The shit has been on my mind for the last day and a half, taking over all aspects of my life. ‘She’ has taken over my well structured world and turned it to shit. A little slip of a girl who never speaks above a whisper, and who’s so far outside the norm of my ideal that it’s hard to fathom why the hell this is even happening.

I didn’t give anything away though as I kept a professional distance while she gave this crowd of vultures what they wanted. When the strain was starting to show in the slight tremble of the hand she had on her hip, something only I could see because I was so intensely focused on her, I moved in and got her out of there.

She didn’t argue, not even when I kept my hand in the small of her back as I led her away from the glaring lights to the safety of the car. I had my own gutful of tension but for entirely different reasons, at least I thought they were. But for all I know she could be suffering the same fate as I.

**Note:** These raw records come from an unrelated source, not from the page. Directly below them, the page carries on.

def nice_step(minimum: float) -> float:
    """The smallest 1, 2 or 5 x 10^n not below ``minimum`` (> 0)."""
    exp = math.floor(math.log10(minimum))
    for mant in (1.0, 2.0, 5.0, 10.0):
        step = mant * 10.0**exp
        if step >= minimum * (1 - 1e-9):
            return step
    return 10.0 ** (exp + 1)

I’ve been on her for a couple weeks now. Her handlers had been the ones to hire me; well not me exactly, they’d contacted my firm, but all my guys were already out on other jobs so I took the bait. Fucking fate I guess, and even I know that no matter how bad a motherfucker is, he can’t fuck with fate.

It was the first time since I’d started the company that we’d been stretched so thin. We were in high demand all of a sudden because of a job we’d handled six months earlier. Up until then we mostly flew under the radar. Our fees were high enough that we didn’t need more than a few jobs a year to keep the business afloat.

But after that job when we went into a foreign country to bring back the socialite daughter of a mogul, who’d been taken for ransom by rebels in the fucking Gobi desert, shit blew up and we were still trying to figure out what the fuck.